All of the following language and punctuation is taken directly from the text.

“Usually I tell people I dropped out of Kenyon, but that is an oversimplification slash total lie.”

“I had been going to this garden a lot that summer to sit and watch the fish swimming around the koi pond.”

“The closest he had ever come to flirting with me was this random languid moment one night…”

“I had been drinking slowly but steadily over the course of the evening and had gotten to that unfun plateau of drunkenness that is indistinguishable from sobriety in all its particulars…”

For the record, “unfun” is not a word. Those of you nurturing dreams of Going To New York And Becoming Writers should not take the above as examples of fine sentence structure (much less “limpid”, “poetic”, or worthy of a book deal).

If you feel at all inclined to follow Gould’s uh, flow get thee to an independent bookshop, quick! Purchase a copy of Strunk and White. While you’re at it, buy a thesaurus. Yes, an actual book. Your online thesaurus sucks. You won’t go wrong with Roget’s. Use nouns and adjectives. Be succinct. Hew to existing words: the English language is full of them.

Gould is not a complete monster; her breakup with longtime boyfriend Joseph is clearly a source of great pain. She suffers from anxiety attacks severe enough to merit the taking of Ativan, a strong anti-anxiety medication. She even realizes how much her actions have hurt her boyfriends, particularly Joseph. She leaves Gawker after the job’s inherent nastiness (not to mention the grueling hours necessary to maintain a constant stream of posts) wear on her… morality.

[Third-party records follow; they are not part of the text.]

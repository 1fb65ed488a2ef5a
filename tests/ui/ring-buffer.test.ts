import fc from 'fast-check'
import { expect, test } from 'vitest'
import { createRingBuffer } from '@/components/chart/ring-buffer'

const rows = fc.array(fc.tuple(fc.integer({ min: 0, max: 60 }), fc.integer({ min: -100, max: 300 })), {
  maxLength: 200,
})

/** What a ring must hold, said plainly: keys in order, the latest value of each, the newest `capacity` of them. */
function expected(puts: readonly (readonly [number, number])[], capacity: number): [number, number][] {
  let held: [number, number][] = []
  for (const [key, value] of puts) {
    const isKnown = held.some(([each]) => each === key)
    const isTooOld = held.length === capacity && key < (held[0]?.[0] ?? -Infinity)
    if (!isKnown && isTooOld) continue
    held = [...held.filter(([each]) => each !== key), [key, value] as [number, number]]
      .sort((a, b) => a[0] - b[0])
      .slice(-capacity)
  }
  return held
}

test('a ring holds the newest rows in order of time, each time once, whatever order they come in', () => {
  fc.assert(
    fc.property(rows, fc.integer({ min: 1, max: 40 }), (puts, capacity) => {
      const ring = createRingBuffer(capacity, 2)
      for (const put of puts) ring.put(put)
      const held = expected(puts, capacity)
      expect([...ring.column(0)]).toEqual(held.map(([key]) => key))
      expect([...ring.column(1)]).toEqual(held.map(([, value]) => value))
      expect(ring.length()).toBe(held.length)
    }),
    { seed: 4_310, numRuns: 1_000 },
  )
})

test('putting everything twice changes nothing', () => {
  fc.assert(
    fc.property(rows, (puts) => {
      const once = createRingBuffer(500, 2)
      const twice = createRingBuffer(500, 2)
      for (const put of puts) once.put(put)
      for (const put of puts) twice.put(put)
      for (const put of puts) twice.put(put)
      expect([...twice.column(0)]).toEqual([...once.column(0)])
      expect([...twice.column(1)]).toEqual([...once.column(1)])
    }),
    { seed: 4_310, numRuns: 300 },
  )
})

test('a column is one contiguous view of the store, also after the ring has turned', () => {
  const ring = createRingBuffer(4, 1)
  for (let i = 0; i < 11; i += 1) ring.put([i])
  const view = ring.column(0)
  expect([...view]).toEqual([7, 8, 9, 10])
  expect(view.buffer.byteLength).toBe(4 * 2 * 8)
})

test('a row without a time is not taken, and a missing value is no reading', () => {
  const ring = createRingBuffer(4, 2)
  ring.put([NaN, 1])
  ring.put([5])
  expect(ring.length()).toBe(1)
  expect(ring.column(1)[0]).toBeNaN()
})

test('sizes that make no sense are refused by name', () => {
  expect(() => createRingBuffer(0, 2)).toThrow(new RangeError('capacity'))
  expect(() => createRingBuffer(2, 1.5)).toThrow(new RangeError('columnCount'))
})
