import { cleanup, fireEvent, render, screen } from '@testing-library/react'
import fc from 'fast-check'
import { renderToStaticMarkup } from 'react-dom/server'
import { afterEach, describe, expect, test } from 'vitest'
import { drawOver } from '@/components/chart/draw-over'
import { drawUnder } from '@/components/chart/draw-under'
import { DragHandles } from '@/components/chart/drag-handles'
import { snapDrag, snapPoint } from '@/components/chart/drag-snap'
import { createSvgSink, traceLine } from '@/components/chart/line-path'
import { createLiveModel } from '@/components/chart/live-model'
import { Pair } from '@/components/chart/pair'
import { choosePairType, layOutPair } from '@/components/chart/pair-layout'
import type { MeasureText } from '@/components/chart/pair-layout'
import { buildPairModel } from '@/components/chart/pair-model'
import { valueAt } from '@/lib/science/straight-line'
import { temperatureTicksC, timeTicksS } from '@/components/chart/pair-scales'
import type { DraggedPoint, PairProps } from '@/components/chart/pair-types'
import { paintSvgLayer } from '@/components/chart/svg-layer'
import type { SvgNode } from '@/components/chart/svg-layer'
import { contourWood, paintWood } from '@/components/chart/wood-picture'
import { woodColour } from '@/components/chart/wood-scale'
import { toShownTemp } from '@/lib/format'

afterEach(cleanup)

const measure: MeasureText = (words, style) => words.length * style.px * 0.56

/** Two columns a minute over ten minutes, four depths; the dose grows from the face. */
const wood = {
  timesS: [0, 300, 600],
  depthsMm: [0, 5, 10, 15],
  log10Dose: [-Infinity, -Infinity, -Infinity, -Infinity, 0, -2, -Infinity, -Infinity, 1, 0, -2, -Infinity],
  isotherm100Mm: [null, 4, 16],
  isotherm150Mm: [null, null, 4],
  toastDepthMm: [0, 3, { low: 7.2, value: 8, high: 8.9 }],
}

const base: PairProps = {
  size: 'large',
  title: 'Barrel A',
  planBand: [
    { timeS: 0, lowC: 53, midC: 60, highC: 67 },
    { timeS: 600, lowC: 183, midC: 190, highC: 197 },
  ],
  stages: [
    { name: 'Warm', startS: 0, endS: 300, minutes: 5 },
    { name: 'Hold', startS: 300, endS: 600, minutes: 5, isCurrent: true },
  ],
  lead: { name: 'bilge A', timeS: [0, 300, 600], tempC: [60, 130, 188] },
  second: { name: 'bilge B', timeS: [0, 300, 600], tempC: [58, 126, 187] },
  marks: [{ timeS: 200, words: 'feed' }],
  wood,
  unit: 'C',
}

function scene(props: PairProps, { width = 900, height = 600, isFireside = false } = {}) {
  const model = buildPairModel(props)
  const type = choosePairType(isFireside, model.size)
  const layout = layOutPair(model, { width, height }, type, isFireside, measure)
  return { model, layout, type, isFireside, measure, pointedS: null }
}

const texts = (nodes: readonly SvgNode[]) => nodes.flatMap((node) => (node.tag === 'text' ? [node] : []))
const words = (nodes: readonly SvgNode[]) => texts(nodes).map((node) => node.words)

/** The box that a text node covers. */
function boxOf(node: ReturnType<typeof texts>[number]) {
  const px = Number(node.attributes['font-size'])
  const width = measure(node.words, { px, weight: 400 })
  const anchor = node.attributes['text-anchor']
  const x = Number(node.attributes.x) - (anchor === 'end' ? width : anchor === 'middle' ? width / 2 : 0)
  const y = Number(node.attributes.y)
  return { words: node.words, left: x, right: x + width, top: y - px * 0.75, bottom: y + px * 0.2 }
}

function collisions(nodes: readonly SvgNode[]): string[] {
  const boxes = texts(nodes).map(boxOf)
  return boxes.flatMap((a, i) =>
    boxes
      .slice(i + 1)
      .filter(
        (b) =>
          a.left < b.right - 0.5 &&
          b.left < a.right - 0.5 &&
          a.top < b.bottom - 0.5 &&
          b.top < a.bottom - 0.5,
      )
      .map((b) => `${a.words} × ${b.words}`),
  )
}

describe('the grammar of the pair', () => {
  test('names stand at the lines’ ends and over the stages; there is no legend', () => {
    const said = words(drawOver(scene(base)))
    expect(said).toEqual(
      expect.arrayContaining([
        'plan',
        'bilge A',
        'bilge B',
        'Warm',
        'Hold',
        'feed',
        'toasted 8.0 mm',
        '150°',
      ]),
    )
    expect(said.filter((each) => each === 'bilge A')).toHaveLength(1)
  })

  test('the plan is a filled band beneath everything', () => {
    const under = drawUnder(scene(base))
    expect(under.some((node) => node.tag === 'path' && node.attributes.class === 'fill-plan')).toBe(true)
  })

  test('a fresh live picture has a head and a now-line; a stale one has no head', () => {
    const head = (nowS: number) => drawOver(scene({ ...base, nowS })).filter((node) => node.tag === 'circle')
    expect(head(601)).toHaveLength(1)
    expect(head(603)).toHaveLength(1)
    expect(head(604)).toHaveLength(0)
    expect(words(drawOver(scene({ ...base, nowS: 604, xMaxS: 900 })))).toContain('10:04')
  })

  test('what is unknown is a gap, what was joined is told apart from what was measured', () => {
    const model = buildPairModel({
      ...base,
      lead: {
        name: 'a',
        timeS: [0, 1, 2, 3],
        tempC: [60, null, 62, 63],
        isInterpolated: [false, false, true, false],
      },
    })
    expect([...model.lead.temps]).toEqual([60, NaN, NaN, 63])
    expect([...(model.lead.interpolated ?? [])]).toEqual([NaN, NaN, 62, 63])
  })

  test('the limit is a dotted red line with its words', () => {
    const over = drawOver(scene({ ...base, limitC: 215 }))
    expect(words(over)).toContain('never above 215°')
    expect(
      over.some(
        (node) =>
          String(node.attributes.class).includes('stroke-red') && 'stroke-dasharray' in node.attributes,
      ),
    ).toBe(true)
  })

  test('figures are in the person’s unit, all of them', () => {
    const said = words(drawOver(scene({ ...base, limitC: 215, unit: 'F' })))
    expect(said).toContain('never above 419°')
    expect(said).toContain('302°')
    expect(said).not.toContain('180°')
  })

  test('no words at the fireside are under 17 px', () => {
    for (const size of ['large', 'medium'] as const) {
      for (const node of texts(drawOver(scene({ ...base, size, nowS: 400 }, { isFireside: true })))) {
        expect(Number(node.attributes['font-size'])).toBeGreaterThanOrEqual(17)
      }
    }
  })

  test('no two words cover each other, whatever is drawn', () => {
    const anything = fc.record({
      marks: fc.array(
        fc.record({
          timeS: fc.integer({ min: 0, max: 600 }),
          words: fc.constantFrom('feed', 'stir', 'lid off', 'turned over'),
        }),
        { maxLength: 25 },
      ),
      ends: fc.array(
        fc.record({ timeS: fc.integer({ min: 300, max: 600 }), tempC: fc.integer({ min: 150, max: 200 }) }),
        { maxLength: 5 },
      ),
      width: fc.integer({ min: 560, max: 1300 }),
      isFireside: fc.boolean(),
      nowS: fc.option(fc.integer({ min: 30, max: 600 })),
      doseMin: fc.option(fc.double({ min: 0.1, max: 40, noNaN: true })),
      unit: fc.constantFrom('C' as const, 'F' as const),
      size: fc.constantFrom('large' as const, 'medium' as const),
    })
    fc.assert(
      fc.property(anything, ({ marks, ends, width, isFireside, nowS, doseMin, unit, size }) => {
        const dose =
          doseMin === null
            ? null
            : {
                title: 'Dose at 2 mm, minutes at 200 °C',
                timesS: [0, 600],
                equivalentMin: [0, doseMin],
                plan: { timesS: [0, 600], equivalentMin: [0, 13.8] },
                target: { lowMin: 10.5, targetMin: 13.8, highMin: 18.2 },
              }
        const others = ends.map((end, i) => ({
          name: `SML-04${10 + i}-K`,
          timeS: [0, end.timeS],
          tempC: [60, end.tempC],
        }))
        const props: PairProps = { ...base, size, marks, nowS, limitC: 205, unit, dose, others }
        expect(
          collisions(drawOver(scene(props, { width, height: size === 'large' ? 640 : 340, isFireside }))),
        ).toEqual([])
      }),
      { seed: 118, numRuns: 500 },
    )
  })
})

Still this a woman who writes — more than once — that she would do nothing differently. Charitably, I could call this sad—a person with enough moral sense to leave Gawker has enough moral sense to become an adult. Part of being an adult is learning to keep your mouth shut, at least some of the time, and to think before you fuck. For no heart should be so numbed that it can only say, “Whatever”.